**About this exercise:**
Every line in the records below between the one holding "pieceLogEnvelope(t, a, x)" and the one holding "holds the state;", inclusive, is to be set down exactly; all other lines are to be left out.

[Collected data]
________________________________________

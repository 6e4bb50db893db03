/**
 * The sampling kernel of the piecewise method. @internal
 *
 * @packageDocumentation
 */
import type { Counters } from '../../core/counters.js';
import { EnvelopeViolationError, NonFiniteDensityError, StalledSamplerError } from '../../core/errors.js';
import type { Uniform } from '../../core/types.js';
import type { GuideTable } from '../hull/guide-table.js';
import { T_LOG } from '../hull/transforms.js';
import { LOG_TOLERANCE_ABSOLUTE, LOG_TOLERANCE_RELATIVE } from './grid.js';
import type { Tables } from './grid.js';
import { exp, log1p } from '../../vendor/math.js';

/** Mutable state the kernel reads (tables are replaced after a repair). @internal */
export interface KernelState {
  api: string;
  t: Tables;
  guide: GuideTable;
  logf: (x: number) => number;
  counters: Counters;
  uniform: Uniform;
  maxRejections: number;
  /** Repair instead of throwing on a violation. */
  adapt: boolean;
  /** Set when the kernel stops for a repair: the point, its log-density, the envelope (or squeeze) there, which one. */
  pendingX: number;
  pendingL: number;
  pendingBound: number;
  pendingWhat: 'envelope' | 'squeeze';
}

/**
 * Fills `out[start..n)`. Returns −1 when done, or the index of the draw in
 * progress when a violation was found and `adapt` is set (the candidate is
 * dropped; `pending*` describe it).
 *
 * @remarks
 * Per proposal exactly three uniforms: u1 picks a piece through the guide
 * table (Chen & Asau 1974), u2 inverts the piece's envelope cdf, u3 is the
 * acceptance variable. A candidate with u3 < squeeze/envelope is accepted
 * without evaluating the target; otherwise logDensity is evaluated, checked
 * for NaN/+Infinity and against envelope and squeeze, and the candidate is
 * accepted when u3 < f/envelope. No allocation.
 * @internal
 */
export function piecewiseFill(s: KernelState, out: Float64Array, start: number, n: number): number {
  const api = s.api;
  const t = s.t;
  const lo = t.lo;
  const hi = t.hi;
  const kind = t.kind;
  const xh = t.xh;
  const dir = t.dir;
  const wd = t.w;
  const href = t.href;
  const sig = t.sig;
  const pq = t.q;
  const sqa = t.sqa;
  const sqv = t.sqv;
  const sqs = t.sqs;
  const gt = s.guide;
  const cum = gt.cum;
  const guide = gt.guide;
  const size = gt.size;
  const total = gt.total;
  const ref = t.ref;
  const logf = s.logf;
  const c = s.counters;
  const uniform = s.uniform;
  const maxRejections = s.maxRejections;
  const tolBase = LOG_TOLERANCE_ABSOLUTE + LOG_TOLERANCE_RELATIVE * Math.abs(ref);
  for (let i = start; i < n; i++) {
    let rejections = 0;
    for (;;) {
      c.proposals++;
      const u1 = uniform();
      let j = guide[(u1 * size) | 0];
      const v = u1 * total;
      while (cum[j] <= v) j++;
      const u2 = uniform();
      const w = wd[j];
      const q = pq[j];
      const sg = sig[j];
      const isLog = kind[j] === T_LOG;
      let d: number;
      if (isLog) d = q === 0 ? u2 * w : -log1p(-u2 * q) / sg;
      else d = w === Infinity ? u2 / ((1 - u2) * q) : (u2 * w) / (1 + (1 - u2) * q * w);
      if (d > w) d = w;
      const h = xh[j];
      let x = h + dir[j] * d;
      if (x < lo[j]) x = lo[j];
      else if (x > hi[j]) x = hi[j];
      const u3 = uniform();
      if (x > -Infinity && x < Infinity) {
        const dd = dir[j] > 0 ? x - h : h - x;
        const env = isLog ? href[j] - sg * dd : href[j] - 2 * log1p(sg * dd);
        const sv = sqv[j];
        const sq = sv === -Infinity ? -Infinity : sv + sqs[j] * (x - sqa[j]);
        if (u3 < exp(sq - env)) {
          out[i] = x;
          break;
        }
        const lf = logf(x);
        c.densityEvaluations++;
        if (lf !== lf || lf === Infinity || typeof lf !== 'number') throw new NonFiniteDensityError(api, x, lf);
        const lr = lf - ref;
        const tol = tolBase + LOG_TOLERANCE_RELATIVE * (lr === -Infinity ? 0 : Math.abs(lr));
        if (lr > env + tol || lr < sq - tol) {
          const what = lr > env + tol ? 'envelope' : 'squeeze';
          const bound = (what === 'envelope' ? env : sq) + ref;
          if (s.adapt) {
            s.pendingX = x;
            s.pendingL = lf;
            s.pendingBound = bound;
            s.pendingWhat = what;
            return i;
          }
          throw new EnvelopeViolationError(api, x, lf, bound, what);
        }
        if (u3 < exp(lr - env)) {
          out[i] = x;
          break;
        }
      }
      if (++rejections >= maxRejections) throw new StalledSamplerError(api, rejections, c.samples, c.proposals);
    }
    c.samples++;
  }
  return -1;
}

/** log envelope of piece j at x, relative to t.ref (the kernel's formula). @internal */
export function pieceLogEnvelope(t: Tables, j: number, x: number): number {
  const h = t.xh[j];
  const dd = t.dir[j] > 0 ? x - h : h - x;
  return t.kind[j] === T_LOG ? t.href[j] - t.sig[j] * dd : t.href[j] - 2 * log1p(t.sig[j] * dd);
}

/** log squeeze of piece j at x, relative to t.ref (−Infinity: none). @internal */
export function pieceLogSqueeze(t: Tables, j: number, x: number): number {
  const sv = t.sqv[j];
  return sv === -Infinity ? -Infinity : sv + t.sqs[j] * (x - t.sqa[j]);
}

/**
 * The point of piece j at envelope-cdf value u in [0, 1) (the inversion of
 * {@link piecewiseFill}, which inlines it), clamped to the piece. @internal
 */
export function pieceInverse(t: Tables, j: number, u: number): number {
  const w = t.w[j];
  const q = t.q[j];
  let d: number;
  if (t.kind[j] === T_LOG) d = q === 0 ? u * w : -log1p(-u * q) / t.sig[j];
  else d = w === Infinity ? u / ((1 - u) * q) : (u * w) / (1 + (1 - u) * q * w);
  if (d > w) d = w;
  const x = t.xh[j] + t.dir[j] * d;
  return x < t.lo[j] ? t.lo[j] : x > t.hi[j] ? t.hi[j] : x;
}

/** Log-units tolerance of a comparison of a log-density (lr relative to ref) with a bound (the kernel's). @internal */
export function piecewiseTolerance(ref: number, lr: number): number {
  return LOG_TOLERANCE_ABSOLUTE + LOG_TOLERANCE_RELATIVE * (Math.abs(ref) + (lr === -Infinity ? 0 : Math.abs(lr)));
}

/**
 * log envelope and log squeeze (absolute) of the tables at x, with the
 * kernel's arithmetic; −Infinity outside every piece. @internal
 */
export function evaluateTables(t: Tables, x: number): { logEnvelope: number; logSqueeze: number } {
  const n = t.n;
  const lo = t.lo;
  if (!(x === x) || n === 0 || x < lo[0]) return { logEnvelope: -Infinity, logSqueeze: -Infinity };
  let a = 0;
  let b = n - 1;
  while (a < b) {
    const m = (a + b + 1) >> 1;
    if (lo[m] <= x) a = m;
    else b = m - 1;
  }
  // a piece that ends exactly at x may be followed by one starting there; either serves
  if (!(x <= t.hi[a])) return { logEnvelope: -Infinity, logSqueeze: -Infinity };
  return { logEnvelope: pieceLogEnvelope(t, a, x) + t.ref, logSqueeze: pieceLogSqueeze(t, a, x) + t.ref };
}
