/**
 * Storage of the piecewise method's grid: the evaluated points (x, log f and
 * its derivative), and per cell between consecutive points its halving depth,
 * shape class and outer-line slopes; the two tails; and the primitive reads
 * and insertions every other grid module builds on. @internal
 *
 * @remarks
 * The grid's work is split by responsibility: this module holds the state;
 * {@link classify} (classify.ts) fills in the shape classes;
 * {@link cellEnvelope} and {@link tails} (cell-envelope.ts) give the envelope
 * and squeeze each class allows and the tails, and {@link gridTables} the
 * flat tables (through pieces.ts); {@link settle}, {@link refine} and
 * {@link insert} (refine.ts) halve, extend and repair the grid.
 *
 * @packageDocumentation
 */
import { ShapeViolationError } from '../../core/errors.js';
import type { Evaluator } from '../../core/evaluate.js';
import { lastAtOrBelow } from '../envelope/arith.js';
import { PIECEWISE_NOISE, TAIL_NONE } from './cells.js';
import type { CellView, Tail } from './cells.js';
import type { ScanPoint } from './scan.js';

/**
 * The evaluated grid and everything derived from it. The state changes only
 * through classify.ts ({@link classify}) and refine.ts ({@link settle},
 * {@link refine}, {@link insert}), each bounded by the evaluator's budget and
 * by depth counters.
 * @internal
 */
export class Grid implements CellView {
  x: number[];
  l: number[];
  g: number[];
  /** Per cell: halvings spent on locating shape changes in its lineage. */
  depth: number[];
  /** Per cell: shape class. */
  cls: number[] = [];
  /** Per cell: slope of the outer line through the left end (NaN: none). */
  sa: number[] = [];
  /** Secant construction: curvature class of each point (0: no triple, CELL_UNKNOWN: undetermined). */
  pc: number[] = [];
  /** Per cell: slope of the outer line through the right end (NaN: none). */
  sb: number[] = [];
  lowerTail: Tail = { kind: TAIL_NONE, x: NaN, l: NaN, sig: NaN };
  upperTail: Tail = { kind: TAIL_NONE, x: NaN, l: NaN, sig: NaN };
  /** Points whose value contradicted the envelope they were inserted into (setup and repairs). */
  surprises = 0;

  /**
   * @param api - API name for messages
   * @param ev - counted access to the target
   * @param tangent - use dLogDensity
   * @param pts - scanned points (increasing)
   * @param lower - effective lower end (-Infinity: a tail)
   * @param upper - effective upper end (+Infinity: a tail)
   * @param centre - centre of the scan (for tail exponents in messages)
   */
  constructor(
    readonly api: string,
    readonly ev: Evaluator,
    readonly tangent: boolean,
    pts: readonly ScanPoint[],
    readonly lower: number,
    readonly upper: number,
    readonly centre: number,
  ) {
    this.x = pts.map((p) => p.x);
    this.l = pts.map((p) => p.l);
    this.g = pts.map((p) => p.g);
    this.depth = new Array<number>(Math.max(0, pts.length - 1)).fill(0);
  }

  /** Number of cells. */
  get cells(): number {
    return this.x.length - 1;
  }

  /** Chord slope of cell i in log space. */
  chord(i: number): number {
    return (this.l[i + 1] - this.l[i]) / (this.x[i + 1] - this.x[i]);
  }

  /** Rounding allowance of the chord slope of cell i. */
  chordNoise(i: number): number {
    const la = this.l[i];
    const lb = this.l[i + 1];
    return (PIECEWISE_NOISE * (Math.abs(la) + Math.abs(lb) + 2)) / (this.x[i + 1] - this.x[i]) + PIECEWISE_NOISE * Math.abs(this.chord(i));
  }

  /** Index of the cell whose left end is `a` (binary search), or −1. */
  cellIndex(a: number): number {
    const x = this.x;
    const lo = lastAtOrBelow(x, 0, x.length - 2, a);
    return lo >= 0 && x[lo] <= a && a < x[lo + 1] ? lo : -1;
  }

  /** Throws the ShapeViolationError of a cell that cannot be bounded. */
  shapeFailure(i: number, why: string): never {
    const a = this.x[i];
    const b = this.x[i + 1];
    throw new ShapeViolationError(
      `${this.api}: cannot bound the target on [${a}, ${b}] (logDensity ${this.l[i]} and ${this.l[i + 1]}): ${why}, even after ${this.depth[i]} halvings`,
      [a, b],
    );
  }

  /** Adds a point beyond the outermost one in direction `o` (a new cell of depth 0). */
  addOutside(o: 1 | -1, xv: number, lv: number, gv: number): void {
    if (o > 0) {
      this.x.push(xv);
      this.l.push(lv);
      this.g.push(gv);
      this.depth.push(0);
    } else {
      this.x.unshift(xv);
      this.l.unshift(lv);
      this.g.unshift(gv);
      this.depth.unshift(0);
    }
  }

  /** Adds a point strictly inside cell i; both halves keep the cell's depth. */
  addInside(i: number, xv: number, lv: number, gv: number): void {
    this.x.splice(i + 1, 0, xv);
    this.l.splice(i + 1, 0, lv);
    this.g.splice(i + 1, 0, gv);
    this.depth.splice(i, 1, this.depth[i], this.depth[i]);
  }
}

________________________________________

**Exercise solution:**
  return { logEnvelope: pieceLogEnvelope(t, a, x) + t.ref, logSqueeze: pieceLogSqueeze(t, a, x) + t.ref };
}
/**
 * Storage of the piecewise method's grid: the evaluated points (x, log f and
 * its derivative), and per cell between consecutive points its halving depth,
 * shape class and outer-line slopes; the two tails; and the primitive reads
 * and insertions every other grid module builds on. @internal
 *
 * @remarks
 * The grid's work is split by responsibility: this module holds the state;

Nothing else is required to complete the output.